A Veteran’s Day Salute to our Valued Partnership with the Defense POW/MIA Accounting Agency
This Veteran’s Day, we at the Roy Rosenzweig Center for History and New Media (RRCHNM) would like to highlight the incredible work of the Defense POW/MIA Accounting Agency (DPAA). The mission of the DPAA is to provide the fullest possible accounting for American personnel lost in foreign conflicts going back to World War II, with the ultimate goal of finding these lost personnel, completing their stories, and bringing them back to their families and loved ones, thus bringing closure to them and to the nation. Such a monumental effort requires an army of professionals working tirelessly across the globe, including administrators, military personnel, historians, archeologists, doctors, scientists, and field specialists.
Of these professionals, historians pay a key role in identification. They do the expert research required to piece together the puzzles of these lost historical narratives. It is this research that enables many other professionals to do their work, and as the DPAA Postdoctoral Research Partner Fellow at George Mason University’s RRCHNM, I am honored to contribute what I can to these important accounting efforts. With the RRCHNM being at the forefront of digital history research methods and GMU’s close proximity to Washington DC and the National Archives, we are ideally situated to assist in DPAA research.
For my small part, I contribute to projects related to the Korean War accounting efforts under the DPAA’s Indo-Pacific Directorate. My work on these projects includes digitization, data collection, mapping, and historical narrative research and writing. As the inaugural fellow, I am proud to have also developed an internship program that is directly connected with the work of the DPAA Fellowship.
Open to undergraduate and graduate students, the internship is customized based on the background and professional goals of each intern. In this way, the interns contribute to the DPAA’s accounting efforts while also gaining valuable professional experience and skill in historical research, archival digitization, mapping, public history, Korean history, military history, international history, and working with a large federal government organization. Past interns have created datasets, georectified maps, researched and written historical narratives, presented research, and digitized National Archive records in accordance with strict DPAA standards. This last summer alone, the interns digitized over 2,500 pages of records that can now be added to digital primary source collections, which will be invaluable to DPAA historians.

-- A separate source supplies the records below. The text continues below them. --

/// The normal deviate with the tail of `t` (`t ≥ 0`), by Newton's method on
/// [`t_from_normal`], which is increasing in z.
fn normal_from_t(t: f64, df: f64) -> f64 {
    let mut z = t;
    for _ in 0..20 {
        let h = 1e-6 * z.abs().max(1e-3);
        let slope = (t_from_normal(z + h, df) - t_from_normal(z - h, df)) / (2.0 * h);
        let step = (t_from_normal(z, df) - t) / slope;
        z -= step;
        if step.abs() <= 1e-16 * z.abs().max(1e-300) {
            break;
        }
    }
    z
}

/// Density of Student's t: `f(t) = Γ((ν+1)/2) / (√(νπ) Γ(ν/2)) · (1 + t²/ν)^{−(ν+1)/2}`.
pub fn t_density(t: f64, df: f64) -> f64 {
    let ln = ln_gamma(0.5 * (df + 1.0))
        - ln_gamma(0.5 * df)
        - 0.5 * (df * std::f64::consts::PI).ln()
        - 0.5 * (df + 1.0) * (t * t / df).ln_1p();
    ln.exp()
}

/// Upper quantile `q` with `P(T > q) = alpha` for Student's t with `df` degrees of freedom
/// (e.g. `alpha = 0.025` gives the multiplier of a 95% two-sided interval).
///
/// Starts from statrs' inverse CDF and polishes with Newton steps on
/// `g(q) = ½·I_{ν/(ν+q²)}(ν/2, ½) − alpha`, `g'(q) = −f(q)`, so the result is accurate to a
/// few units in the last place. From [`T_SERIES_FROM`] degrees of freedom on it is
/// [`t_from_normal`] of the normal quantile (statrs' inverse CDF does not return at about
/// 1.5e7 df).
///
/// # Panics
/// If `alpha` is not in (0, 0.5] or `df` is not positive (caller bugs: levels are validated
/// where users type them).
pub fn t_upper_quantile(alpha: f64, df: f64) -> f64 {
    assert!(alpha > 0.0 && alpha <= 0.5, "alpha must be in (0, 0.5]");
    assert!(df > 0.0, "degrees of freedom must be positive");
    if alpha == 0.5 {
        return 0.0;
    }
    if df >= T_SERIES_FROM {
        // statrs' inverse CDF does not return at ~1.5e7 df; the expansion is exact to rounding.
        let z = normal_upper_quantile(alpha);
        if z * z <= df / 100.0 {
            return t_from_normal(z, df);
        }
    }
    let dist = StudentsT::new(0.0, 1.0, df.min(T_SERIES_FROM)).expect("df > 0 was checked");
    let mut q = dist.inverse_cdf(1.0 - alpha);
    for _ in 0..4 {
        let g = 0.5 * t_two_sided_p(q, df) - alpha;
        let step = g / t_density(q, df);
        q += step;
        if step.abs() <= 1e-16 * q.abs() {
            break;
        }
    }
    q
}

/// Upper-tail probability of Fisher's F with `(d1, d2)` degrees of freedom:
/// `P(F ≥ f) = I_{d2/(d2+d1·f)}(d2/2, d1/2)`; with `d1 = 1`, the two-sided t p-value of `√f`.
/// For `d1 > 1` and millions of `d2` the argument lies close to 1 and digits are lost
/// (against 50-digit values: 2e-11 relative at d2 = 10⁵, 1e-9 at 10⁶, 7e-9 at 10⁷, 2e-6 at
/// 10⁹; the complement route does no better in statrs); it always returns at once.
pub fn f_upper_tail(f: f64, d1: f64, d2: f64) -> f64 {
    if f.is_nan() || d1 <= 0.0 || d2 <= 0.0 {
        return f64::NAN;
    }
    if f.is_infinite() {
        return 0.0;
    }
    if f <= 0.0 {
        return 1.0;
    }
    if d1 == 1.0 {
        // F(1, ν) is t² on ν df: the t route keeps its digits at any ν.
        return t_two_sided_p(f.sqrt(), d2);
    }
    beta_reg(0.5 * d2, 0.5 * d1, d2 / (d2 + d1 * f))
}

/// Median of Fisher's F with `(d1, d2)` degrees of freedom: the `f` with
/// `P(F ≥ f) = ½`, found by bisection on [`f_upper_tail`] (monotone in `f`) to 1e-12
/// relative. `NaN` for non-positive degrees of freedom.
pub fn f_median(d1: f64, d2: f64) -> f64 {
    if !(d1 > 0.0 && d2 > 0.0) {
        return f64::NAN;
    }
    let (mut lo, mut hi) = (0.0f64, 1.0f64);
    while f_upper_tail(hi, d1, d2) > 0.5 {
        hi *= 2.0;
    }
    for _ in 0..200 {
        let mid = 0.5 * (lo + hi);
        if f_upper_tail(mid, d1, d2) > 0.5 {
            lo = mid;
        } else {
            hi = mid;
        }
        if hi - lo <= 1e-12 * hi {
            break;
        }
    }
    0.5 * (lo + hi)
}

/// Where the `i`-th smallest of `n` independent standard normal values lies with probability
/// `1 − alpha`, pointwise: its uniform counterpart `U₍ᵢ₎` follows `Beta(i, n + 1 − i)`, so the
/// interval is `[Φ⁻¹(B⁻¹(α/2)), Φ⁻¹(B⁻¹(1 − α/2))]`. `None` unless `1 ≤ i ≤ n` and
/// `0 < alpha < 1`.
///
/// Above [`ORDER_BAND_EXACT_UP_TO`] values statrs' incomplete beta loses digits (its inverse
/// did not return at all at 10⁷), so the band comes from large-sample forms instead: for the
/// [`ORDER_BAND_GAMMA_RANKS`] ranks nearest either end `U₍ᵢ₎ ≈ Gᵢ/(n + 1)` with
/// `Gᵢ ~ Gamma(i, 1)`, elsewhere `U₍ᵢ₎` normal with mean `p = i/(n + 1)` and variance
/// `p(1 − p)/(n + 2)`. The ends mirror each other exactly. Against the beta route at
/// 2·10⁵ values they agree to within 0.005 in z (tested).
pub fn normal_order_band(i: usize, n: usize, alpha: f64) -> Option<(f64, f64)> {
    if i == 0 || i > n || !(alpha > 0.0 && alpha < 1.0) {
        return None;
    }
    if n <= ORDER_BAND_EXACT_UP_TO {
        return exact_order_band(i, n, alpha);
    }
    let j = n + 1 - i;
    if j < i {
        // The upper half mirrors the lower.
        let (lo, hi) = large_sample_order_band(j, n, alpha)?;
        return Some((-hi, -lo));
    }
    large_sample_order_band(i, n, alpha)
}

/// Sizes up to which [`normal_order_band`] inverts the beta distribution itself.
pub const ORDER_BAND_EXACT_UP_TO: usize = 200_000;
/// Ranks from either end for which the large-sample band uses the gamma form.
pub const ORDER_BAND_GAMMA_RANKS: usize = 1_000;

/// The band through `U₍ᵢ₎ ~ Beta(i, n + 1 − i)`, inverted by statrs.
fn exact_order_band(i: usize, n: usize, alpha: f64) -> Option<(f64, f64)> {
    let b = statrs::distribution::Beta::new(i as f64, (n + 1 - i) as f64).ok()?;
    let z = |q: f64| -normal_upper_quantile(b.inverse_cdf(q));
    Some((z(alpha / 2.0), z(1.0 - alpha / 2.0)))
}

/// The band of rank `i ≤ (n + 1)/2` from the large-sample forms of [`normal_order_band`].
fn large_sample_order_band(i: usize, n: usize, alpha: f64) -> Option<(f64, f64)> {
    let m = (n + 1) as f64;
    let (u_lo, u_hi) = if i <= ORDER_BAND_GAMMA_RANKS {
        let g = statrs::distribution::Gamma::new(i as f64, 1.0).ok()?;
        (
            g.inverse_cdf(alpha / 2.0) / m,
            g.inverse_cdf(1.0 - alpha / 2.0) / m,
        )
    } else {
        let p = i as f64 / m;
        let sd = (p * (1.0 - p) / (m + 1.0)).sqrt();
        let k = normal_upper_quantile(alpha / 2.0);
        (p - k * sd, p + k * sd)
    };
    let z = |u: f64| -normal_upper_quantile(u);
    Some((z(u_lo), z(u_hi)))
}

/// The band of [`normal_order_band`] along a quantile plot of `n` ranks, `score(i)` the
/// plotted normal score of rank `i` (1-based), at up to `points` ranks spread over `1..=n`
/// (the first and last included): `[score, low, high]` per rank. Empty below three ranks.
pub fn normal_order_bands(
    n: usize,
    score: impl Fn(usize) -> f64,
    points: usize,
    alpha: f64,
) -> Vec<[f64; 3]> {
    if n < 3 || points < 2 {
        return Vec::new();
    }
    let steps = points.min(n);
    let mut ranks: Vec<usize> = (0..steps).map(|k| 1 + k * (n - 1) / (steps - 1)).collect();
    ranks.dedup();
    ranks
        .into_iter()
        .filter_map(|i| {
            let (lo, hi) = normal_order_band(i, n, alpha)?;
            Some([score(i), lo, hi])
        })
        .collect()
}

/// Upper tail of the standard normal: `Q(z) = P(Z ≥ z) = ½·erfc(z/√2)`, with the
/// complementary error function of `libm` (the FreeBSD/musl implementation, under one ulp; for
/// negative arguments it returns `2 − erfc(−x)`, so `Q(−3)` keeps its digits too). The one
/// rounding of `z/√2` costs about `z²·ε` relative (7e-15 at z = 8). It replaced the regularized
/// incomplete gamma `½·Γ(½, z²/2)/Γ(½)`, as accurate but about ten times slower, which the
/// normality checks called twice per row.
pub fn normal_upper_tail(z: f64) -> f64 {
    if z.is_nan() {
        return f64::NAN;
    }
    0.5 * libm::erfc(z * std::f64::consts::FRAC_1_SQRT_2)
}

/// `ln Q(z)`, finite however far out z lies: `ln` of [`normal_upper_tail`] up to z = 30, beyond
/// it the asymptotic series `ln Q(z) = −z²/2 − ln(z√(2π)) + ln(1 − 1/z² + 3/z⁴ − 15/z⁶)`
/// (Abramowitz & Stegun 26.2.12; its next term is below 1e-10 relative at z = 30), where
/// `Q(z)` itself would underflow (near z = 38).
pub fn ln_normal_upper_tail(z: f64) -> f64 {
    if z <= 30.0 {
        return normal_upper_tail(z).ln();
    }
    if z.is_infinite() {
        return f64::NEG_INFINITY;
    }
    let r = 1.0 / (z * z);
    -0.5 * z * z - (z * (2.0 * std::f64::consts::PI).sqrt()).ln()
        + (1.0 - r + 3.0 * r * r - 15.0 * r * r * r).ln()
}

/// Upper tail of the chi-square distribution with `df` degrees of freedom:
/// `P(X ≥ x) = Γ(df/2, x/2)/Γ(df/2)` (the regularized upper incomplete gamma).
pub fn chi_square_upper_tail(x: f64, df: f64) -> f64 {
    if x.is_nan() || df.is_nan() || df <= 0.0 {
        return f64::NAN;
    }
    if x <= 0.0 {
        return 1.0;
    }
    if x.is_infinite() {
        return 0.0;
    }
    gamma_ur(0.5 * df, 0.5 * x)
}

/// Upper quantile `z` with `Q(z) = alpha`, from statrs' inverse CDF polished by Newton steps
/// on `Q(z) − alpha` with `Q'(z) = −φ(z) = −e^{−z²/2}/√(2π)`.
///
/// # Panics
/// If `alpha` is not in (0, 1) (a caller bug).
pub fn normal_upper_quantile(alpha: f64) -> f64 {
    assert!(alpha > 0.0 && alpha < 1.0, "alpha must be in (0, 1)");
    let dist = Normal::new(0.0, 1.0).expect("unit normal");
    let mut z = dist.inverse_cdf(1.0 - alpha);
    for _ in 0..3 {
        let density = (-0.5 * z * z).exp() / (2.0 * std::f64::consts::PI).sqrt();
        let step = (normal_upper_tail(z) - alpha) / density;
        z += step;
        if step.abs() <= 1e-16 * z.abs() {
            break;
        }
    }
    z
}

Because it takes an army of professionals, the DPAA partnership with GMU and the RRCHNM is just one of many. Back in August, the DPAA Partnerships & Innovations (PI) Directorate team visited us at GMU and toured the RRCHNM. In recognition of our partnership and contribution to the DPAA accounting efforts, Mills Kelly (DPAA/GMU Research Principal Investigator), Nate Sleeter (DPAA/GMU Co-Research Principal Investigator), and I received challenge coins from Rocky Gillette (Acting Director of the DPAA PI Directorate). Considering how hard they work for the DPAA mission, we are humbled by the acknowledgement and we hope they will visit again soon!
So, as we honor our veterans, remember this army of professionals and help spread the word about all the important work that the DPAA does. This is just the beginning of this valued partnership between them and the RRCHNM. We are honored to do our small part and look forward to the future. Together, we hope to continue to reconstruct these lost histories for their families and for the nation.